Cote d’Ivoire: does Laurent Gbagbo want to get rid of Soro?

By on June 24, 2010
Laurent Gbagbo, the Ivorian head of state, has ordered an investigation, for misappropriation of funds, on the Interior Minister Desire Tagro, and Prime Minister Guillaume Soro, Secretary General of the New Forces, Ivorian ex-rebels.

The state prosecutor Raymond Tchimou was seized by the Ivorian president who wishes to know whether the Minister of Interior has perceived “alone or with others, the sum of ten billion francs CFA (15,5 million Euros) that would have been paid as commission by Sagem Security.             
The French company has been in charge of identifying people for the achievement of the electoral rolls.
It is clear that “in his will to moralise the public life, president Gbagbo does not intend either to save or protect nobody”. But would not Désiré Tagro be a pawn to scarify for discrediting Guillaume Soro? For the Ivory Coast opposition press, this indirect allusion to the Prime Minister constitutes a nth attempt to push away the presidential ballot, supposed to end the political crisis undermining the Ivory Coast since the missed “Coup” in September 2002.

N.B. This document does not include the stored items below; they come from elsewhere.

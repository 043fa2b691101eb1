package main

import (
	"encoding/json"
	"fmt"
	"io"
	"strconv"
	"strings"

	"github.com/spf13/cobra"

	"thinward/analysis/crystal"
)

// groupReport is what group --json prints.
type groupReport struct {
	Number     int      `json:"number"`
	HM         string   `json:"hm"`
	Hall       string   `json:"hall"`
	PointGroup string   `json:"point_group"`
	LaueClass  string   `json:"laue_class"`
	Centring   string   `json:"centring"`
	Operators  []string `json:"operators"`
	Conditions []string `json:"conditions"`
	Elements   []string `json:"elements"`
	*indexReport
}

type indexReport struct {
	Index       [3]int   `json:"index"`
	Absent      bool     `json:"absent"`
	Because     []string `json:"because"`
	Centric     bool     `json:"centric"`
	Epsilon     int      `json:"epsilon"`
	Equivalents [][3]int `json:"equivalents"`
}

func (a *app) group() *cobra.Command {
	var index string
	c := &cobra.Command{
		Use:   "group GROUP",
		Short: "Operators, Laue class and reflection conditions of a space group; with --index, what they mean for one reflection",
		Example: `  thinward group "P 21 21 21"
  thinward group 62 --index "0 0 3"
  thinward group "-P 2yn" --json`,
		Args: cobra.ExactArgs(1),
		RunE: func(_ *cobra.Command, args []string) error {
			g, err := crystal.Lookup(args[0])
			if err != nil {
				return err
			}
			r := describeGroup(g)
			if index != "" {
				h, err := parseIndex(index)
				if err != nil {
					return usageError{err}
				}
				r.indexReport = describeIndex(g, h)
			}
			if a.json {
				return writeJSON(a.out, r)
			}
			return r.print(a.out)
		},
	}
	c.Flags().StringVar(&index, "index", "", `a reflection, as "h k l"`)
	c.Flags().BoolVar(&a.json, "json", false, "print JSON")
	return c
}

func describeGroup(g *crystal.Group) *groupReport {
	r := &groupReport{
		Number: g.Number(), HM: g.HM(), Hall: g.Hall(), PointGroup: g.PointGroup(), LaueClass: g.LaueClass(), Centring: g.Centring(),
		Operators: []string{}, Conditions: append([]string{}, g.Conditions()...), Elements: []string{},
	}
	for _, o := range g.Operators() {
		r.Operators = append(r.Operators, o.String())
	}
	for _, e := range g.Elements() {
		r.Elements = append(r.Elements, e.Name)
	}
	return r
}

func describeIndex(g *crystal.Group, h crystal.HKL) *indexReport {
	r := &indexReport{Index: [3]int{h.H, h.K, h.L}, Absent: g.Absent(h), Centric: g.Centric(h), Epsilon: g.Epsilon(h), Because: []string{}, Equivalents: [][3]int{}}
	elements := g.Elements()
	for _, e := range g.ForbiddenBy(h) {
		r.Because = append(r.Because, elements[e].Name)
	}
	for _, q := range g.Equivalents(h) {
		r.Equivalents = append(r.Equivalents, [3]int{q.H, q.K, q.L})
	}
	return r
}

func parseIndex(s string) (crystal.HKL, error) {
	fields := strings.FieldsFunc(s, func(r rune) bool { return r == ' ' || r == ',' || r == '\t' })
	if len(fields) != 3 {
		return crystal.HKL{}, fmt.Errorf("--index %q: write three whole numbers, such as \"1 0 -2\"", s)
	}
	var n [3]int
	for i, f := range fields {
		v, err := strconv.Atoi(f)
		if err != nil || v < -10000 || v > 10000 {
			return crystal.HKL{}, fmt.Errorf("--index %q: %q is no index", s, f)
		}
		n[i] = v
	}
	return crystal.HKL{H: n[0], K: n[1], L: n[2]}, nil
}

func (r *groupReport) print(w io.Writer) error {
	var b strings.Builder
	name := r.HM
	if name == "" {
		name = "(no tabulated setting)"
	}
	fmt.Fprintf(&b, "%s   number %d   Hall symbol %s\n", name, r.Number, r.Hall)
	fmt.Fprintf(&b, "point group %s, Laue class %s, centring %s\n", r.PointGroup, r.LaueClass, r.Centring)
	fmt.Fprintf(&b, "%d operators:\n", len(r.Operators))
	for _, o := range r.Operators {
		fmt.Fprintln(&b, "  "+o)
	}
	list := func(title, none string, items []string) {
		if len(items) == 0 {
			items = []string{none}
		}
		fmt.Fprintln(&b, title)
		for _, s := range items {
			fmt.Fprintln(&b, "  "+s)
		}
	}
	list("elements that forbid reflections:", "none", r.Elements)
	list("reflection conditions:", "none", r.Conditions)
	if i := r.indexReport; i != nil {
		fmt.Fprintf(&b, "reflection %d %d %d: ", i.Index[0], i.Index[1], i.Index[2])
		if i.Absent {
			fmt.Fprintf(&b, "forbidden by %s", strings.Join(i.Because, ", "))
		} else {
			fmt.Fprint(&b, "allowed")
		}
		kind := "acentric"
		if i.Centric {
			kind = "centric"
		}
		fmt.Fprintf(&b, ", %s, epsilon %d, %d equivalents with Friedel mates:\n", kind, i.Epsilon, len(i.Equivalents))
		for _, q := range i.Equivalents {
			fmt.Fprintf(&b, "  %d %d %d\n", q[0], q[1], q[2])
		}
	}
	_, err := io.WriteString(w, b.String())
	return err
}

func writeJSON(w io.Writer, v any) error {
	e := json.NewEncoder(w)
	e.SetIndent("", "  ")
	return e.Encode(v)
}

The critics of the Ivory Coast policy consider that “if Tagro falls (incriminated), Soro also will fall with him”. And if he is not any more a Prime Minister, that means the burying of the Political Agreement of Ouagadougou (APO). And if the APO is buried, then the electoral process will be postponed”. Probably, somewhere a curse has been thrown on, and the Public prosecutor has one month to deliver the results of his investigation.